# Freud 2 1/4 HP Variable Speed Router Model FT1700VCE



## pitchnsplinters

You will have to let us know how it performs once you start making sawdust.


----------



## JohnGray

I also purchased one of these but haven't had a chance to do anything with it yet other than mount in a plate for my router table. Please keep us informed and *thanks for the post*!!!


----------



## gbvinc

My brother and I each picked up one of these about a month ago and have been quite pleased with it. The soft start and variable speed under load make for a smooth handling router. No problems with it so far.


----------



## framergp

I just purchase the combo fix and plunge base freud Model FT1700VCE router from Home Depot for $99.00. Runs great.


----------



## TThomas

For $99 for the combo…I had to feed my addiction….haven't tried it out yet…..keep us posted..


----------



## Phishead

I picked one of these up for my router table and I love it. I had a problem with the height adjustment button and I contacted Freud about it. They sent me out replacement parts 3 days later no questions asked. Great customer service.


----------



## JohnGray

*Tony,* what was wrong with the height adjustment button???


----------



## klpete45

congrats on the new tool. Being a newby on LJ, I have a question about ratings - if you haven't used it yet, how does it get a 5 star rating? Are there previous ratings by others that result in this rating?
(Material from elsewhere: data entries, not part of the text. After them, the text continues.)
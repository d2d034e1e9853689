import { beforeAll, describe, expect, it } from 'vitest';
import { anId, openTestApp } from '../../support/test-app';
import {
  addItem,
  addRun,
  eventsAbout,
  pack,
  packageRow,
  packOne,
  putInState,
  snapshot,
  stage,
  type TestItem,
} from './packing-room';

const app = openTestApp();
let scissors: TestItem;

beforeAll(async () => {
  scissors = await addItem(app);
});

async function post(path: string, body: object): Promise<{ status: number; body: Record<string, unknown> }> {
  const technician = await app.as('technician');
  const reply = await technician.post(path).send({ requestId: anId(), ...body });
  return { status: reply.status, body: reply.body as Record<string, unknown> };
}

async function runState(runId: string): Promise<string> {
  const row = await app.db('runs').where({ id: runId }).first<{ state: string } | undefined>('state');
  return row?.state ?? 'none';
}

async function addSterilizer(facilityId: string, code: string): Promise<string> {
  const id = anId();
  await app.db('sterilizers').insert({
    id,
    facility_id: facilityId,
    code,
    number: code.slice(-1),
    name: `Sterilizer ${code.slice(-1)}`,
    size_class: 'large',
    chamber_width_mm: 660,
    chamber_depth_mm: 1200,
    chamber_height_mm: 660,
    drain_x_mm: 280,
    drain_y_mm: 60,
    greatest_load_mass_kg: 100,
    service_state: 'in-service',
  });
  return id;
}

async function addProgram(facilityId: string, code: string, isRetired = false): Promise<string> {
  const id = anId();
  await app.db('programs').insert({
    id,
    facility_id: facilityId,
    code,
    name: code,
    cycle_type: 'dynamic-air-removal',
    temperature_c: 132,
    exposure_s: 240,
    dry_s: 1200,
    is_retired: isRetired,
  });
  return id;
}

describe('a new run', () => {
  it('waits under its name, with the sterilizer, program and hour it was given', async () => {
    const sterilizerId = await addSterilizer(app.facilities.A, 'ST-1');
    const programId = await addProgram(app.facilities.A, 'W4-20');
    await app
      .db('sterilizer_programs')
      .insert({ sterilizer_id: sterilizerId, program_id: programId, is_qualified: true });
    const wantedAt = '2026-03-03T18:00:00.000Z';
    const added = await post('/api/runs', { name: '  Orthopaedics  ', sterilizerId, programId, wantedAt });
    expect(added.status).toBe(201);
    const technician = await app.as('technician');
    const reply = await technician.get(`/api/runs/${String(added.body.runId)}`).expect(200);
    expect(reply.body).toMatchObject({
      run: {
        name: 'Orthopaedics',
        sterilizer: { code: 'ST-1' },
        program: { code: 'W4-20' },
        wantedAt,
        state: 'waiting',
        packages: 0,
        createdBy: app.person('technician').displayName,
        load: null,
      },
      packages: [],
    });
  });

  it('refuses a program its sterilizer is not qualified for, or that is retired', async () => {
    const sterilizerId = await addSterilizer(app.facilities.A, 'ST-3');
    const programId = await addProgram(app.facilities.A, 'W3-16');
    const retiredId = await addProgram(app.facilities.A, 'W9-99', true);
    await app
      .db('sterilizer_programs')
      .insert({ sterilizer_id: sterilizerId, program_id: programId, is_qualified: false });
    const before = await snapshot(app);
    const run = { name: 'Wrong', sterilizerId, programId, wantedAt: null };
    expect(await post('/api/runs', run)).toMatchObject({ status: 422, body: { code: 'run.program-not-qualified' } });
    expect(await post('/api/runs', { ...run, programId: retiredId })).toMatchObject({
      status: 422,
      body: { code: 'run.program-retired' },
    });
    expect(await snapshot(app)).toBe(before);
  });

  it('does not know another facility’s sterilizers and programs', async () => {
    const sterilizerId = await addSterilizer(app.facilities.B, 'ST-8');
    const programId = await addProgram(app.facilities.B, 'W4-20');
    const run = { name: 'Theirs', sterilizerId: null, programId: null, wantedAt: null };
    expect(await post('/api/runs', { ...run, sterilizerId })).toMatchObject({
      status: 404,
      body: { code: 'sterilizer.none' },
    });
    expect(await post('/api/runs', { ...run, programId })).toMatchObject({
      status: 404,
      body: { code: 'program.none' },
    });
  });
});

describe('staging packages into a run', () => {
  it('takes packed ones, shows them in the run, and tells it in their history', async () => {
    const runId = await addRun(app);
    const made = await pack(app, scissors.id, 3);
    const ids = made.map((one) => one.id);
    expect(await post(`/api/runs/${runId}/packages`, { packageIds: ids })).toEqual({
      status: 200,
      body: { staged: 3 },
    });
    for (const id of ids)
      expect(await packageRow(app, id)).toMatchObject({ state: 'staged', run_id: runId, version: 2 });
    const technician = await app.as('technician');
    const reply = await technician.get(`/api/runs/${runId}`).expect(200);
    expect((reply.body as { packages: { id: string }[] }).packages.map((one) => one.id).sort()).toEqual(
      [...ids].sort(),
    );
    expect((await eventsAbout(app, ids[0] ?? '')).at(-1)).toEqual({ kind: 'package.staged', payload: { runId } });
  });

  it('changes nothing for those that wait in it already', async () => {
    const runId = await addRun(app);
    const one = await packOne(app, scissors.id);
    await stage(app, runId, [one.id]);
    const before = await snapshot(app);
    expect(await post(`/api/runs/${runId}/packages`, { packageIds: [one.id] })).toMatchObject({ body: { staged: 0 } });
    expect(await snapshot(app)).toBe(before);
  });

  it('answers a repeated request with the first answer', async () => {
    const runId = await addRun(app);
    const one = await packOne(app, scissors.id);
    const request = { requestId: anId(), packageIds: [one.id] };
    const first = await post(`/api/runs/${runId}/packages`, request);
    const before = await snapshot(app);
    expect(await post(`/api/runs/${runId}/packages`, request)).toEqual(first);
    expect(await snapshot(app)).toBe(before);
  });

  it('stages all or none, and points at each that cannot go', async () => {
    const runId = await addRun(app);
    const [good, held] = await pack(app, scissors.id, 2);
    if (!good || !held) throw new Error('nothing was packed');
    await putInState(app, held.id, { held_reason: 'Filter cracked' });
    const before = await snapshot(app);
    const answer = await post(`/api/runs/${runId}/packages`, { packageIds: [good.id, held.id] });
    expect(answer).toMatchObject({
      status: 422,
      body: { code: 'package.held', fields: [{ pointer: '/body/packageIds/1' }] },
    });
    expect(await snapshot(app)).toBe(before);
  });

  it('refuses to take a package out of another run that waits', async () => {
    const first = await addRun(app, 'First');
    const second = await addRun(app, 'Second');
    const one = await packOne(app, scissors.id);
    await stage(app, first, [one.id]);
    const answer = await post(`/api/runs/${second}/packages`, { packageIds: [one.id] });
    expect(answer).toMatchObject({ status: 409, body: { code: 'package.in-another-run' } });
    expect(await packageRow(app, one.id)).toMatchObject({ run_id: first });
  });

  it.each(['taken', 'dropped'])('refuses when the run is %s', async (state) => {
    const runId = await addRun(app);
    const one = await packOne(app, scissors.id);
    await app.db('runs').where({ id: runId }).update({ state });
    const before = await snapshot(app);
    expect(await post(`/api/runs/${runId}/packages`, { packageIds: [one.id] })).toMatchObject({
      status: 409,
      body: { code: `run.${state}` },
    });
    expect(await snapshot(app)).toBe(before);
  });

  it('knows neither another facility’s run nor its packages', async () => {
    const theirItem = await addItem(app, {}, 'B');
    const theirs = await packOne(app, theirItem.id, 'B');
    const theirRun = await addRun(app, 'Theirs', 'B');
    const runId = await addRun(app);
    const ours = await packOne(app, scissors.id);
    const before = await snapshot(app);
    expect(await post(`/api/runs/${runId}/packages`, { packageIds: [ours.id, theirs.id] })).toMatchObject({
      status: 404,
      body: { code: 'package.none' },
    });
    for (const act of ['packages', 'remove']) {
      expect(await post(`/api/runs/${theirRun}/${act}`, { packageIds: [ours.id] })).toMatchObject({
        status: 404,
        body: { code: 'run.none' },
      });
    }
    expect(await post(`/api/runs/${theirRun}/scan`, { raw: ours.code })).toMatchObject({ status: 404 });
    expect(await post(`/api/runs/${theirRun}/drop`, {})).toMatchObject({ status: 404 });
    const technician = await app.as('technician');
    expect((await technician.get(`/api/runs/${theirRun}`)).status).toBe(404);
    expect(await snapshot(app)).toBe(before);
  });
});

describe('taking packages out of a run and dropping it', () => {
  it('frees a package again', async () => {
    const runId = await addRun(app);
    const one = await packOne(app, scissors.id);
    await stage(app, runId, [one.id]);
    expect(await post(`/api/runs/${runId}/remove`, { packageIds: [one.id] })).toEqual({
      status: 200,
      body: { removed: 1 },
    });
    expect(await packageRow(app, one.id)).toMatchObject({ state: 'packed', run_id: null });
    expect((await eventsAbout(app, one.id)).at(-1)).toEqual({ kind: 'package.unstaged', payload: { runId } });
  });

  it('refuses for a package that does not wait there', async () => {
    const runId = await addRun(app);
    const one = await packOne(app, scissors.id);
    expect(await post(`/api/runs/${runId}/remove`, { packageIds: [one.id] })).toMatchObject({
      status: 409,
      body: { code: 'package.not-in-run' },
    });
  });

  it('drops a run and frees all that waited in it, once', async () => {
    const runId = await addRun(app, 'Given up');
    const made = await pack(app, scissors.id, 2);
    await stage(
      app,
      runId,
      made.map((one) => one.id),
    );
    const request = { requestId: anId() };
    expect(await post(`/api/runs/${runId}/drop`, request)).toEqual({ status: 200, body: { returned: 2 } });
    expect(await runState(runId)).toBe('dropped');
    for (const one of made) expect(await packageRow(app, one.id)).toMatchObject({ state: 'packed', run_id: null });
    const before = await snapshot(app);
    expect(await post(`/api/runs/${runId}/drop`, request)).toEqual({ status: 200, body: { returned: 2 } });
    expect(await post(`/api/runs/${runId}/drop`, {})).toMatchObject({ status: 409, body: { code: 'run.dropped' } });
    expect(await snapshot(app)).toBe(before);
  });

  it('does not drop a run that a load has taken', async () => {
    const runId = await addRun(app);
    await app.db('runs').where({ id: runId }).update({ state: 'taken' });
    expect(await post(`/api/runs/${runId}/drop`, {})).toMatchObject({ status: 409, body: { code: 'run.taken' } });
    expect(await runState(runId)).toBe('taken');
  });
});

describe('scanning into a run', () => {
  async function scan(runId: string, raw: string) {
    return post(`/api/runs/${runId}/scan`, { raw });
  }

  it('takes a packed package, and says it is here already the second time', async () => {
    const runId = await addRun(app, 'Scanned');
    const one = await packOne(app, scissors.id);
    expect(await scan(runId, one.code.replaceAll('-', ''))).toMatchObject({
      status: 200,
      body: { answer: 'taken', code: one.code, package: { id: one.id } },
    });
    const before = await snapshot(app);
    expect(await scan(runId, one.code)).toMatchObject({ status: 200, body: { answer: 'already-here' } });
    expect(await snapshot(app)).toBe(before);
  });

  it('takes a package whose instructions for use do not permit the run’s program, and says to look', async () => {
    const programId = await addProgram(app.facilities.A, 'W4-30');
    const needs = (temperatureC: number) =>
      JSON.stringify([
        {
          type: 'dynamic-air-removal',
          temperatureC,
          leastExposureS: 240,
          greatestExposureS: null,
          leastDryS: 1200,
        },
      ]);
    const fitting = await addItem(app, { cycle_needs: needs(132) });
    const other = await addItem(app, { cycle_needs: needs(134) });
    const silent = await addItem(app);
    const added = await post('/api/runs', { name: 'At 132', sterilizerId: null, programId, wantedAt: null });
    const runId = String(added.body.runId);
    const lookAt = async (itemId: string) => {
      const reply = await scan(runId, (await packOne(app, itemId)).code);
      expect(reply.body.answer).toBe('taken');
      return reply.body.look;
    };
    expect(await lookAt(fitting.id)).toBeNull();
    expect(await lookAt(other.id)).toBe('program-not-permitted');
    expect(await lookAt(silent.id)).toBeNull();
  });

  it.each([
    { what: 'held', changes: { held_reason: 'Seal open' }, answer: 'held' },
    { what: 'called back', changes: { state: 'recalled' }, answer: 'called-back' },
    { what: 'sterile already', changes: { state: 'sterile' }, answer: 'not-ready' },
    { what: 'past its last day', changes: { expires_on: '2026-03-02' }, answer: 'not-ready' },
  ])('says that a package is $what, and changes nothing', async ({ changes, answer }) => {
    const runId = await addRun(app);
    const one = await packOne(app, scissors.id);
    await putInState(app, one.id, changes);
    const before = await snapshot(app);
    const reply = await scan(runId, one.code);
    expect(reply).toMatchObject({ status: 200, body: { answer, package: { id: one.id } } });
    expect(reply.body.sentence).toContain(one.code);
    expect(await snapshot(app)).toBe(before);
  });

  it('does not know another facility’s label, and does not say that it exists', async () => {
    const theirItem = await addItem(app, { name: 'Secret of theirs' }, 'B');
    const theirs = await packOne(app, theirItem.id, 'B');
    const runId = await addRun(app);
    const reply = await scan(runId, theirs.code);
    expect(reply).toMatchObject({ status: 200, body: { answer: 'not-known', package: null } });
    expect(JSON.stringify(reply.body)).not.toContain('Secret');
  });

  it.each([
    { what: 'nothing', raw: '' },
    { what: '10,000 characters', raw: 'x'.repeat(10_000) },
    { what: 'control characters', raw: '\u0000\u0001P\u001b[31m' },
    { what: 'a maker’s code', raw: '0109506000134352' },
    { what: 'a label that never was', raw: 'P-99999999-00' },
    { what: 'a holder’s code', raw: 'H-00012-31' },
  ])('answers $what in one sentence and shows nothing that cannot be seen', async ({ raw }) => {
    const runId = await addRun(app);
    const before = await snapshot(app);
    const reply = await scan(runId, raw);
    expect(reply).toMatchObject({ status: 200, body: { answer: 'not-known', package: null } });
    expect(reply.body.sentence).toMatch(/^[A-Z].*\.$/);
    expect(String(reply.body.code).length).toBeLessThanOrEqual(41);
    expect(String(reply.body.code)).not.toMatch(/\p{Cc}/u);
    expect(await snapshot(app)).toBe(before);
  });
});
Thanks


----------



## Phishead

John, 
The lock button kept slipping when I tried to raise the collet out of the table to change bits. The new internal parts they sent for the button fit a lot tighter and the problem was solved.


----------



## wayner

Great router and a great price I got the fixed and plunge base
with case at Lowes for $99.00


----------



## Straightpiped

Sounds like Home Depot and Lowes has a little better deal, Woodcraft is fixed base only.


----------



## pintodeluxe

5 stars for me too. The full above-the-table adjustmsnts sold me. This is actaully a 13 amp router, and may be under rated at 2.25 hp. Very smooth, very powerful router. I use it in my table with great success, however it is a nice hand router too.


----------



## woodchipper63

Does anyone have a remedy for a slipping plunge clutch on a Freud VCE1700?


----------